Nigeria stands at a crossroads, gripped by multiple crises while governance appears slow, distant, and at times absent. From rising insecurity to deepening economic strain, citizens face daily hardships that demand urgent and decisive leadership. Yet the response has often seemed reactive rather than strategic, leaving millions to navigate uncertainty on their own in a country of over 200 million people.
Security challenges continue to spread at an alarming rate. The insurgency in the North East, now over 15 years old, persists despite repeated military campaigns. In 2025 alone, hundreds of civilians were killed in attacks across Borno, Zamfara, and Plateau states, while kidnapping for ransom has become a thriving criminal enterprise. More than two million Nigerians remain internally displaced in the North East, and several rural communities across the North West and North Central have effectively fallen outside full state control. What began as a regional crisis has evolved into a nationwide threat, weakening agriculture, disrupting supply chains, and discouraging investment.
Economic realities offer little comfort. Nigeria’s GDP grew by about 3.87 percent in 2025, up slightly from 3.38 percent in 2024, yet this growth has not translated into improved living standards. Inflation, though moderating from over 30 percent in 2024 to around 15 percent in early 2026, continues to erode purchasing power. Food inflation remains particularly severe, with staples rising beyond the reach of average households. With a minimum wage that struggles to match the cost of living, millions of Nigerians now spend a disproportionate share of their income on basic survival.
Poverty and food insecurity deepen the strain. An estimated 129 million Nigerians live below the poverty line, while nearly 100 million face varying levels of food insecurity. Malnutrition rates among children remain high, and access to basic healthcare and education continues to decline in vulnerable communities. The informal sector, which employs over 80 percent of the workforce, remains largely unregulated and unstable. Official unemployment figures hover around 4.9 percent, but this masks widespread underemployment and precarious work conditions that offer little economic security.
Fiscal pressures further complicate the situation. Recent reforms, including the removal of fuel subsidies and the unification of exchange rates, have improved government revenue and reduced the fiscal deficit to about 4.5 percent of GDP. However, these gains have come at a steep social cost, with transport, energy, and food prices rising sharply. Public debt stands at roughly 34 percent of GDP, while oil production, Nigeria’s primary revenue source, continues to underperform. Although output recovered to about 1.5 million barrels per day in 2025, it remains below both OPEC quotas and national targets due to theft, pipeline vandalism, and chronic underinvestment.

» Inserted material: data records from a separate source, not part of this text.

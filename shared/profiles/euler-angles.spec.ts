import { describe, expect, it } from 'vitest';
import { normaliseZyzEuler, wrap180 } from './euler-angles.js';
import { trapToCoilMatrix } from './trap-orientation.js';

describe('normaliseZyzEuler', () => {
  it('wraps angles into (−180°, 180°]', () => {
    expect([wrap180(180), wrap180(-180), wrap180(540), wrap180(-0), wrap180(359), wrap180(100_000)]).toEqual([180, 180, 180, 0, -1, -80]);
  });

  it.each([
    [400, 30, -30],
    [10, -45, 20],
    [-720, 200, 725],
    [0, -180, 0],
  ])('keeps the rotation of (%s°, %s°, %s°) and gives β in [0°, 180°]', (a, b, g) => {
    const n = normaliseZyzEuler([a, b, g]);
    expect(n[1]).toBeGreaterThanOrEqual(0);
    expect(n[1]).toBeLessThanOrEqual(180);
    for (const x of [n[0], n[2]]) expect(x > -180 && x <= 180).toBe(true);
    // Same rotation matrix, element by element (the rotation, not the triple, is the physics).
    const before = trapToCoilMatrix([a, b, g]);
    const after = trapToCoilMatrix(n);
    for (let i = 0; i < 3; i++) for (let j = 0; j < 3; j++) expect(after[i][j]).toBeCloseTo(before[i][j], 12);
  });
});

These challenges are deeply interconnected and point to a broader governance deficit. Insecurity disrupts farming and trade, economic hardship drives poverty, and limited fiscal space constrains effective intervention. The result is a cycle of vulnerability that continues to tighten around millions of citizens.
The Omoluabi ethos offers a clear alternative. It represents leadership defined by character, discipline, accountability, and an unwavering duty to the people. Under such a framework, security would be treated as a sacred responsibility, not a recurring crisis. Government would act with urgency and coordination to protect lives and property, while economic policy would be deliberately people centred, focused on reducing the cost of living, stabilising prices, and supporting small businesses and agriculture. Growth would be measured not just in statistics but in the improved welfare of citizens.
Public institutions under this ethos would function with purpose and discipline. Ministries would operate with clear targets, coordination, and accountability for results. Fiscal decisions would reflect prudence, balancing reforms with social protection so that citizens are not crushed under the weight of policy adjustments. Above all, leadership would be empathetic and present, grounded in the daily realities of the people and responsive to their needs. Governance, in this sense, would not be distant or abstract but a visible commitment to improving lives.
Measured against this standard, the present stewardship of the Nigerian state clearly falls outside the Omoluabi ethos. Persistent insecurity, rising living costs, and the widening gap between economic indicators and lived reality reflect a leadership approach that lacks the discipline, accountability, and people centred focus that define that value system. Rather than embodying empathy and responsibility, governance has often appeared distant, reactive, and insufficiently attuned to the human consequences of its decisions. The issue, therefore, is not merely one of policy but of principle. Until leadership aligns with values that prioritise service, accountability, and the welfare of the people, the crises will endure and the question will remain, se na like this we go de dey?